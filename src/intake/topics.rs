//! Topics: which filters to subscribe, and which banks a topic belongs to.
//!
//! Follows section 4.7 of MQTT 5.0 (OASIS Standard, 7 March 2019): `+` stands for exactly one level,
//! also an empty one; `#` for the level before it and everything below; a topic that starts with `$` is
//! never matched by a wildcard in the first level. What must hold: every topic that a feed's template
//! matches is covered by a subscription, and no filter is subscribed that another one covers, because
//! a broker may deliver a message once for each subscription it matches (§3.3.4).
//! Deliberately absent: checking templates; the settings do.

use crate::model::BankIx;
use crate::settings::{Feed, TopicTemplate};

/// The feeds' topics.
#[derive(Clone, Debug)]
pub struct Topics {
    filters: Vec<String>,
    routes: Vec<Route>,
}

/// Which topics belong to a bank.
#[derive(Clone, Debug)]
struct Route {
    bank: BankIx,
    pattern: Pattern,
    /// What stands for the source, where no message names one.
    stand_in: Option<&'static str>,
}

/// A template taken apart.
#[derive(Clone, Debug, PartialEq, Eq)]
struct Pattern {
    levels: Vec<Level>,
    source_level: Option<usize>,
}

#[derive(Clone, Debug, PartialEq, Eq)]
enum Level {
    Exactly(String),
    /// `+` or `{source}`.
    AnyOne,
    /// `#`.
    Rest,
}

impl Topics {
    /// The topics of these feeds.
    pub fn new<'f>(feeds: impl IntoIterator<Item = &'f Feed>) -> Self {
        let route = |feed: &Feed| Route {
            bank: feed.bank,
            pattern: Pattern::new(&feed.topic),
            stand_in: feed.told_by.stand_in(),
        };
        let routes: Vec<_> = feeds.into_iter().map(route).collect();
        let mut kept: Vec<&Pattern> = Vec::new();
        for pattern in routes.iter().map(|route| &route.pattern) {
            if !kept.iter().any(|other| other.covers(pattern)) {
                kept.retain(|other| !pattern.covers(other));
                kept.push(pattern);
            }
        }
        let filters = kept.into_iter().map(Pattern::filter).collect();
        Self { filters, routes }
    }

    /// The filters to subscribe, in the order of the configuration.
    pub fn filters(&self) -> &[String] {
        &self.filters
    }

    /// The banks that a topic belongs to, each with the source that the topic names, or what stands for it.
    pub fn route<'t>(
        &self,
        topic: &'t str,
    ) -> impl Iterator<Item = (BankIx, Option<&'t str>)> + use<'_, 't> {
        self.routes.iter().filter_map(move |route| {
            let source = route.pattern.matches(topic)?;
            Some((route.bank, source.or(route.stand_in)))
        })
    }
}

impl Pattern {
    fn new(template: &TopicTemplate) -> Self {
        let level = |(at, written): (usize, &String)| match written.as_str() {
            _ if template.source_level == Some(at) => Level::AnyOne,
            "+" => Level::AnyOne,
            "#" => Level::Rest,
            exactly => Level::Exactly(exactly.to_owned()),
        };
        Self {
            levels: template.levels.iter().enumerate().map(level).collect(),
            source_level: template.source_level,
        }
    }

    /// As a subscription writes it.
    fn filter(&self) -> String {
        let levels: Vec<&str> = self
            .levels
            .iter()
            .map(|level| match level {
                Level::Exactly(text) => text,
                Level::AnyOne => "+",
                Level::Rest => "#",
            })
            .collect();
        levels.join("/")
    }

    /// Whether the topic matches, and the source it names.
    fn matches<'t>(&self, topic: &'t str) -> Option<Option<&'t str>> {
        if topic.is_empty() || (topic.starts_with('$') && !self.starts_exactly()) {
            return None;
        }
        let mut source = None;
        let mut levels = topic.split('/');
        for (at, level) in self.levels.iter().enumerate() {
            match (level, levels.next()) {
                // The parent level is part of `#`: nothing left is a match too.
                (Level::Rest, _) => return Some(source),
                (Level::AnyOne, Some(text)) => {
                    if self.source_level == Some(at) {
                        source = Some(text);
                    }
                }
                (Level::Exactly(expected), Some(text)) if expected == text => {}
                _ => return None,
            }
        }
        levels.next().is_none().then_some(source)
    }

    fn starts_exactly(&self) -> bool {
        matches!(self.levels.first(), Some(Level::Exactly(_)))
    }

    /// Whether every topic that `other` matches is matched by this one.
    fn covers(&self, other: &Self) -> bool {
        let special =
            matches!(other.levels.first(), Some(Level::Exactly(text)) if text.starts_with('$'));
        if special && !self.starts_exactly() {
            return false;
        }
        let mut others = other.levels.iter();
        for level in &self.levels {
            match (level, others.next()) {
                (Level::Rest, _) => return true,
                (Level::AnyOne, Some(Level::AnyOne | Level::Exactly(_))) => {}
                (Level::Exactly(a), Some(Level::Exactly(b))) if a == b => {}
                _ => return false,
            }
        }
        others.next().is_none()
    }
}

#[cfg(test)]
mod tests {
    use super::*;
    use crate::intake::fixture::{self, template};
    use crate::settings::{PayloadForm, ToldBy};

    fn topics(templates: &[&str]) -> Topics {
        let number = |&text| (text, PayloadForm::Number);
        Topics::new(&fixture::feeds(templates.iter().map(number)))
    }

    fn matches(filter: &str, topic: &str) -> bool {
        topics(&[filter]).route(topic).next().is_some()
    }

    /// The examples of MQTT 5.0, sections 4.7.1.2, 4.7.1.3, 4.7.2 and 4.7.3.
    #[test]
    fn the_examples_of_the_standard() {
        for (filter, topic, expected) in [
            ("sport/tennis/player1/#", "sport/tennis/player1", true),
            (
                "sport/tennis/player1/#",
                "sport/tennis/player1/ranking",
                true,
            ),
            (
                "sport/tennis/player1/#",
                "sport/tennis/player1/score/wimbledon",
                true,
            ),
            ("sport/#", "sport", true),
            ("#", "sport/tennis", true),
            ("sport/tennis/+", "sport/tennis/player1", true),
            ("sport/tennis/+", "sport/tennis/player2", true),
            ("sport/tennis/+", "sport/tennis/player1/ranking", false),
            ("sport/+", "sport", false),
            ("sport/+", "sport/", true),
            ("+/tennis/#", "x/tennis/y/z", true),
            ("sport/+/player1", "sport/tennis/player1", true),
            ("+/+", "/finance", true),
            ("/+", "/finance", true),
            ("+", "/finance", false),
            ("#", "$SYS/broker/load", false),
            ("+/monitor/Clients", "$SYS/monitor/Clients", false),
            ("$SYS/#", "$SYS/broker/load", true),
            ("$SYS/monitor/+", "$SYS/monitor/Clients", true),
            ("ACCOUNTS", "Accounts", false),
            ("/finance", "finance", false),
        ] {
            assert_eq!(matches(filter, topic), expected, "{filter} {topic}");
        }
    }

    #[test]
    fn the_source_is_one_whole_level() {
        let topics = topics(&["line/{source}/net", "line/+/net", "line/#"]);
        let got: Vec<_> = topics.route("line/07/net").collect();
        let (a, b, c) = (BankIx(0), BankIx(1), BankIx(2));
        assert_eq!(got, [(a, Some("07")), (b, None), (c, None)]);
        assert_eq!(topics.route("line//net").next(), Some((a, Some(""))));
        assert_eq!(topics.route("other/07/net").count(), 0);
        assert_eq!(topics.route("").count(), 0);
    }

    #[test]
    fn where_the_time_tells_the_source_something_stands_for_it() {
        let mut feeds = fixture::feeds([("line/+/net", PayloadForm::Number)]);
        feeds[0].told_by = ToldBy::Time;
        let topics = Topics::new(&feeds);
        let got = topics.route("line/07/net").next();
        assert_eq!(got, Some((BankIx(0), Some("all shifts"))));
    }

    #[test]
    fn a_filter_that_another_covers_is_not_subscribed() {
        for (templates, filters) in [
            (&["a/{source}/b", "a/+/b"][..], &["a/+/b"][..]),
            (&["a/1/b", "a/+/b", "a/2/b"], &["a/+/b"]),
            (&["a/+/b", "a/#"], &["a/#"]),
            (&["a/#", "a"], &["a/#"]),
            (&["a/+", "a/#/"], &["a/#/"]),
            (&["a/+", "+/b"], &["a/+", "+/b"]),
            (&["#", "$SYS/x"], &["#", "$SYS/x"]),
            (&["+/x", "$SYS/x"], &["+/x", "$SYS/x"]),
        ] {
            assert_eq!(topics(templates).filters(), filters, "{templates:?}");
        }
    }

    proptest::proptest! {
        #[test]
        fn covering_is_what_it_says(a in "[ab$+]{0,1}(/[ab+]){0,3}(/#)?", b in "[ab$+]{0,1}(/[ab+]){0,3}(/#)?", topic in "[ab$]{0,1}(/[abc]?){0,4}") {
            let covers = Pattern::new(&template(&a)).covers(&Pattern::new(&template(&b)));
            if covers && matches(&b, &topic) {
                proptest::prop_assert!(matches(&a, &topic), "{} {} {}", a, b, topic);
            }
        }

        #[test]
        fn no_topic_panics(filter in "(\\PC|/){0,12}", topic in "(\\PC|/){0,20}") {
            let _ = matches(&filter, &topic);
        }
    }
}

________________

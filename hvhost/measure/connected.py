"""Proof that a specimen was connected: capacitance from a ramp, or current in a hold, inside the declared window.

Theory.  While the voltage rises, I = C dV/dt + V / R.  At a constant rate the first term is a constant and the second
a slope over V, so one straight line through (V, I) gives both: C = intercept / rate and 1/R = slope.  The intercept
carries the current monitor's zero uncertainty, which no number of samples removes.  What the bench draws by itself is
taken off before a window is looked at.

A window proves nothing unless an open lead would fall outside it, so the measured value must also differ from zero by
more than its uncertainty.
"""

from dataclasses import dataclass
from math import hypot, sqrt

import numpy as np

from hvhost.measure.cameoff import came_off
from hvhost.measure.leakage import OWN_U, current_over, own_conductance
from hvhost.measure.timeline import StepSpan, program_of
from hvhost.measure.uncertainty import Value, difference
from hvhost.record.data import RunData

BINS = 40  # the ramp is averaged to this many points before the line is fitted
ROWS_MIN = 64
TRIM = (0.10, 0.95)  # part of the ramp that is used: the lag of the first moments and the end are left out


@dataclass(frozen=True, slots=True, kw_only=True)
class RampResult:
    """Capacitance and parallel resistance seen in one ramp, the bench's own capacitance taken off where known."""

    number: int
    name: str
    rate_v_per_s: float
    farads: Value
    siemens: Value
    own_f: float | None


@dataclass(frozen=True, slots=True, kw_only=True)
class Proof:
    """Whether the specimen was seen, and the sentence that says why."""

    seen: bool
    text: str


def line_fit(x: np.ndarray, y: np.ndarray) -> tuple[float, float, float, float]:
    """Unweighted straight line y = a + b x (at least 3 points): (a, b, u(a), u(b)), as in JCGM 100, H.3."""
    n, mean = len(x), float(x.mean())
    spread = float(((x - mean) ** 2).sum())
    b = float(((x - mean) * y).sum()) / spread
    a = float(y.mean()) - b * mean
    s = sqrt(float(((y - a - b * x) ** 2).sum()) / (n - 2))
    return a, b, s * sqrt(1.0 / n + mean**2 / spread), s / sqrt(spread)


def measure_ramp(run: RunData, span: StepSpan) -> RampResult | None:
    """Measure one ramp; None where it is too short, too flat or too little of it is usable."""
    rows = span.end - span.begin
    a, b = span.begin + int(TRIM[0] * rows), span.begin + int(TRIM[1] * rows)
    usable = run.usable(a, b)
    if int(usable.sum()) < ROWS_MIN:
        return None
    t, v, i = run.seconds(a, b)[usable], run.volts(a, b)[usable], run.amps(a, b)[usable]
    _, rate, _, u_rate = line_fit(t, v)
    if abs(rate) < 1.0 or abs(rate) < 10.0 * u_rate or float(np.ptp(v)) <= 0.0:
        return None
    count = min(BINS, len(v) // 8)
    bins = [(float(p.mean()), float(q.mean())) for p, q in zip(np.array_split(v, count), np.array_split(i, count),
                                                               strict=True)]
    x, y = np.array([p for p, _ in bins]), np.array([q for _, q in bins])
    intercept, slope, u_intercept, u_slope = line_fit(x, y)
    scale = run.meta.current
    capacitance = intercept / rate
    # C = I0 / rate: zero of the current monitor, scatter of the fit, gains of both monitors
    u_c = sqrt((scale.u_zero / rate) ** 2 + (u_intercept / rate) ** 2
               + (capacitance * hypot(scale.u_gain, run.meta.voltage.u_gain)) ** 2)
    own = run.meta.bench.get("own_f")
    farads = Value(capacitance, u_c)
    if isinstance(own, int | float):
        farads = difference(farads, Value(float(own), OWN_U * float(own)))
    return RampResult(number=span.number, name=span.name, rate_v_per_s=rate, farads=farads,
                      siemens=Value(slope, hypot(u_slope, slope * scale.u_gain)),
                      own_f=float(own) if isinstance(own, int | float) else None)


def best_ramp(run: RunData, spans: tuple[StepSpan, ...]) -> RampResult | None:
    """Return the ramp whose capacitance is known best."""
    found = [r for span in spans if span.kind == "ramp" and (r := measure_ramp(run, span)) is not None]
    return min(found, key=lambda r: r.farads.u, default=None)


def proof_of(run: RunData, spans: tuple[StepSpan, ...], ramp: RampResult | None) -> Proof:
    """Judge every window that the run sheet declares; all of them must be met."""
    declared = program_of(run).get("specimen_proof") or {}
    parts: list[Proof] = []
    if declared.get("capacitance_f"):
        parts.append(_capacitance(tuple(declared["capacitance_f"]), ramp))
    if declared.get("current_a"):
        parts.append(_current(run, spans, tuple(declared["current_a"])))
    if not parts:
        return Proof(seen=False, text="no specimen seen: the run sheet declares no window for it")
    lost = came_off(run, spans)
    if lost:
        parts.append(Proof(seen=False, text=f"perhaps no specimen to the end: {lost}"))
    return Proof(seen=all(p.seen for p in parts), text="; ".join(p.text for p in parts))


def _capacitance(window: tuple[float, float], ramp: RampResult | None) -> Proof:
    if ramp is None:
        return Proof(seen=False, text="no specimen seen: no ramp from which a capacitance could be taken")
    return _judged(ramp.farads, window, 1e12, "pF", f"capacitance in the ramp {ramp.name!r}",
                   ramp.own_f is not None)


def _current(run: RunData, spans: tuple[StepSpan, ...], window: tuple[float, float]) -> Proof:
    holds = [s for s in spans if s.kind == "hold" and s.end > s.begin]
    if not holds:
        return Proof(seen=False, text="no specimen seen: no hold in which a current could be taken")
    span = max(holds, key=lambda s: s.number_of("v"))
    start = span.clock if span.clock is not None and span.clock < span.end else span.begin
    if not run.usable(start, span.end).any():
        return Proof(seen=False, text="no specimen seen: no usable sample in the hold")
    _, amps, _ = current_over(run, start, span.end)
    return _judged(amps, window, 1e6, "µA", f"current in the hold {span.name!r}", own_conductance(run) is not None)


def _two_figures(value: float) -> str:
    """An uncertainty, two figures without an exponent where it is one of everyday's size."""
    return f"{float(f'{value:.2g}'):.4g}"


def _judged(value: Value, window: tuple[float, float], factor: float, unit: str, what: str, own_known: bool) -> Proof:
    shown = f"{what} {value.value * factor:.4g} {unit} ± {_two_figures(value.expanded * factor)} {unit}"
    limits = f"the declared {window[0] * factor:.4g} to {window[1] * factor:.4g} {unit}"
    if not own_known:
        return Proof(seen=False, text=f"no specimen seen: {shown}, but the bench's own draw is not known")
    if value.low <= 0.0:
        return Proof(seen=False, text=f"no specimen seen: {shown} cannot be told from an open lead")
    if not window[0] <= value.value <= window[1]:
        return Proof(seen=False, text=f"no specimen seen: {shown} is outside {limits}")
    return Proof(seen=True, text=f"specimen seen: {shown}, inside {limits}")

________________

- [Description of the task] Produce only the lines from the line containing "filename src/intake/topics.rs" through the line containing "pub fn filters(&self)", inclusive of both, exactly as they stand in the entries above.

- [Finished exercise]
filename src/intake/topics.rs
//! Topics: which filters to subscribe, and which banks a topic belongs to.
//!
//! Follows section 4.7 of MQTT 5.0 (OASIS Standard, 7 March 2019): `+` stands for exactly one level,
//! also an empty one; `#` for the level before it and everything below; a topic that starts with `$` is
//! never matched by a wildcard in the first level. What must hold: every topic that a feed's template
//! matches is covered by a subscription, and no filter is subscribed that another one covers, because
//! a broker may deliver a message once for each subscription it matches (§3.3.4).
//! Deliberately absent: checking templates; the settings do.

use crate::model::BankIx;
use crate::settings::{Feed, TopicTemplate};

/// The feeds' topics.
#[derive(Clone, Debug)]
pub struct Topics {
    filters: Vec<String>,
    routes: Vec<Route>,
}

/// Which topics belong to a bank.
#[derive(Clone, Debug)]
struct Route {
    bank: BankIx,
    pattern: Pattern,
    /// What stands for the source, where no message names one.
    stand_in: Option<&'static str>,
}

/// A template taken apart.
#[derive(Clone, Debug, PartialEq, Eq)]
struct Pattern {
    levels: Vec<Level>,
    source_level: Option<usize>,
}

#[derive(Clone, Debug, PartialEq, Eq)]
enum Level {
    Exactly(String),
    /// `+` or `{source}`.
    AnyOne,
    /// `#`.
    Rest,
}

impl Topics {
    /// The topics of these feeds.
    pub fn new<'f>(feeds: impl IntoIterator<Item = &'f Feed>) -> Self {
        let route = |feed: &Feed| Route {
            bank: feed.bank,
            pattern: Pattern::new(&feed.topic),
            stand_in: feed.told_by.stand_in(),
        };
        let routes: Vec<_> = feeds.into_iter().map(route).collect();
        let mut kept: Vec<&Pattern> = Vec::new();
        for pattern in routes.iter().map(|route| &route.pattern) {
            if !kept.iter().any(|other| other.covers(pattern)) {
                kept.retain(|other| !pattern.covers(other));
                kept.push(pattern);
            }
        }
        let filters = kept.into_iter().map(Pattern::filter).collect();
        Self { filters, routes }
    }

    /// The filters to subscribe, in the order of the configuration.
    pub fn filters(&self) -> &[String] {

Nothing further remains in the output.